When Itachi can eat entire worlds, or teleport entire galaxies across space and time, holla back.



jplaya2023 said:


> Like i said earlier
> 
> Creating parallel universes in a blink of an eye >>>>>>>> eating something thats the size of a grape to put it in human terms


How many times do we have to tell you this? Tsukiyomi doesn't actually send the person to another dimension, it's just an illusion activated in the victim's mind.


----------



## jplaya2023 (Oct 15, 2006)

Renegade said:


> When Itachi can eat entire worlds, or teleport entire galaxies across space and time, holla back.
> 
> 
> *galactus eating planets is about as impressive as a human eating a grape considering the size of the human and grape and put those terms on galactus and planets. So its canon fodder*
> ...




Tell kakashi and sasuke it was an illusion. Their monthly hospital extended stay will state differently


----------



## Comic Book Guy (Oct 15, 2006)

> When galactus can do something like that. Holla back
> 
> Like i said earlier
> 
> Creating parallel universes in a blink of an eye >>>>>>>> eating something thats the size of a grape to put it in human terms



A) Can anyone provide an alternate translation to confirm the validity of the one he posted?

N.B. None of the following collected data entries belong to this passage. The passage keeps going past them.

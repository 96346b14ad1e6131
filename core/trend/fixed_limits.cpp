// SPDX-License-Identifier: GPL-3.0-or-later
#include "core/trend/fixed_limits.h"

#include "core/catalogue_table.h"
#include "core/catalogue_text.h"

#include <cmath>
#include <map>

namespace evenstroke {
namespace {

struct Custom
{
    double limit;
    std::string unit, source;
};

const Custom* custom_for(const std::string& quantity_name)
{
    static const std::map<std::string, Custom> customs = [] {
        std::map<std::string, Custom> loaded;
        const CatalogueTable table(catalogue_text::fixed_limits);
        for (std::size_t row = 0; row < table.rows(); ++row)
            loaded[table.cell(row, "quantity")] = {table.number(row, "limit").value(), table.cell(row, "unit"),
                                                   table.cell(row, "source")};
        return loaded;
    }();
    const auto found = customs.find(quantity_name);
    return found == customs.end() ? nullptr : &found->second;
}

/// One reading: this cylinder's value and the others' sum, as corrected as they are.
struct Row
{
    std::optional<double> own, apart;
    double sum = 0.0;
    int others = 0;
};

} // namespace

std::optional<FixedLimitOpinion> fixed_limit_opinion(const Judgement& judgement, QuantityId id, Place place)
{
    const Custom* custom = custom_for(quantity(id).name);
    if (!custom || place.kind != Place::Kind::cylinder || !judgement.find_trend(id, place))
        return std::nullopt;
    std::vector<Row> rows(judgement.readings.size());
    for (const Trend& trend : judgement.trends) {
        if (trend.quantity != id || trend.place.kind != Place::Kind::cylinder)
            continue;
        for (const TrendPoint& point : trend.points) {
            if (point.doubtful || point.reading >= rows.size())
                continue;
            Row& row = rows[point.reading];
            const double value = point.corrected.value_or(point.raw);
            if (trend.place == place) {
                row.own = value;
                row.apart = point.apart;
            } else {
                row.sum += value;
                ++row.others;
            }
        }
    }
    FixedLimitOpinion opinion;
    opinion.limit = custom->limit;
    opinion.unit = custom->unit;
    opinion.percent = custom->unit == "%" && quantity(id).name != "fuel_index"; // an index is in per cent itself
    opinion.source = custom->source;
    bool speaking = false;
    for (std::size_t i = 0; i < rows.size(); ++i) {
        if (!rows[i].own || rows[i].others == 0)
            continue;
        const double mean = rows[i].sum / rows[i].others;
        const double limit = opinion.percent ? custom->limit / 100.0 * std::abs(mean) : custom->limit;
        const bool beyond = limit > 0.0 && std::abs(*rows[i].own - mean) > limit;
        if (beyond) {
            ++opinion.beyond;
            if (!speaking)
                opinion.began.push_back(i);
        }
        speaking = beyond;
        if (const auto& apart = rows[i].apart) {
            const double of_mean = mean - (*rows[i].own - *apart);
            opinion.edges.push_back({i, of_mean - limit, of_mean + limit});
        }
    }
    opinion.now = speaking;
    return opinion;
}

} // namespace evenstroke
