// SPDX-License-Identifier: GPL-3.0-or-later
#pragma once

#include "core/trend/conditions.h"

#include <optional>
#include <string_view>
#include <vector>

/// Quantities worked out of one reading.
///
/// A quantity whose inputs are missing, or outside what its formula is good for, is not there. Several
/// turbochargers or coolers: the mean over those whose inputs were read. Without a barometer 1 bar is taken,
/// and the uncertainty of what depends on it is then not known.
///
///     indicated_power            kW     each cylinder; the engine: the sum, only with every cylinder
///     mean_effective_pressure    bar    from the shaft power as read, or torque and speed
///     mechanical_efficiency      1      the same power over the sum of the indicated ones
///     specific_fuel_consumption  g/kWh  corrected: at 42.7 MJ/kg, and at reference ambient where the engine has
///                                       coefficients for it
///     compressor_pressure_ratio  1      (scavenge + cooler drop) / (barometer - filter drop); a drop that was
///                                       not read counts as none. Not with an auxiliary blower running, which
///                                       stands between compressor and receiver
///     compressor_efficiency      1
///     turbocharger_efficiency    1
///     cooler_effectiveness       1      the scavenge temperature where the cooler's own outlet was not read
///     cooler_temperature_difference K
///     charge_air_condensate      g/kg   of dry air, an upper bound; no uncertainty where nothing condenses
///     compression_pressure_ratio 1      each cylinder, absolute pressures; corrected: both pressures corrected
///     apparent_slip              %      two-stroke engines (no gear) with a fixed propeller of known pitch
///
/// The indicator moves from cylinder to cylinder: its slip is common to all and does not average out of sums.
namespace evenstroke {

struct DerivedValue
{
    std::string_view quantity, unit; ///< as above
    Place place;                     ///< a cylinder or the engine
    double value = 0.0;
    std::optional<double> corrected, expected, deviation;
    std::optional<double> uncertainty; ///< half-width at 95 %, from those of the instruments
};

/// In the order above; cylinders before the engine.
std::vector<DerivedValue> derive(const Engine& engine, const Baseline& baseline, const Reading& reading);

} // namespace evenstroke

B) Galactus can easily override Itachi's control. He's a freaking cosmic.

C) Full-potential Franklin Richards is in the same tier as Galactus. And Franklin Richards can create entire _universes_ as a freaking _child_.



> galactus eating planets is about as impressive as a human eating a grape considering the size of the human and grape and put those terms on galactus and planets. So its canon fodder



Galactus is only about *30 feet tall*.



> Tell kakashi and sasuke it was an illusion. Their monthly hospital extended stay will state differently



Did Kakashi die from his wounds or had any physical wounds on him?

No.

Mental damage.


----------



## Renegade (Oct 15, 2006)

jplaya2023 said:


> Creating parallel universes in a blink of an eye >>>>>>>> eating something thats the size of a grape to put it in human terms


But it's not in human terms! It's in a much bigger scale! How can you state that someone eating an entire planet is equal to someone eating a grape?!?!

Jplaya, I really question you're mental capacity.



jplaya2023 said:


> galactus eating planets is about as impressive as a human eating a grape considering the size of the human and grape and put those terms on galactus and planets.


Except that a planet is countless times bigger than a grape...

How do you consider Itachi defeating Galactus if the scales of their size and power are that great?

How can someone possibly be this stupid?



jplaya2023 said:


> Tell kakashi and sasuke it was an illusion. Their monthly hospital extended stay will state differently


They were in a hospital because they suffered a mental breakdown. Their bodies didn't physically enter another dimension.


----------



## Comic Book Guy (Oct 15, 2006)

Genjutsu -- illusion technique.

Tsukiyomni is a genjutsu, while Amaterasu is a ninjutsu.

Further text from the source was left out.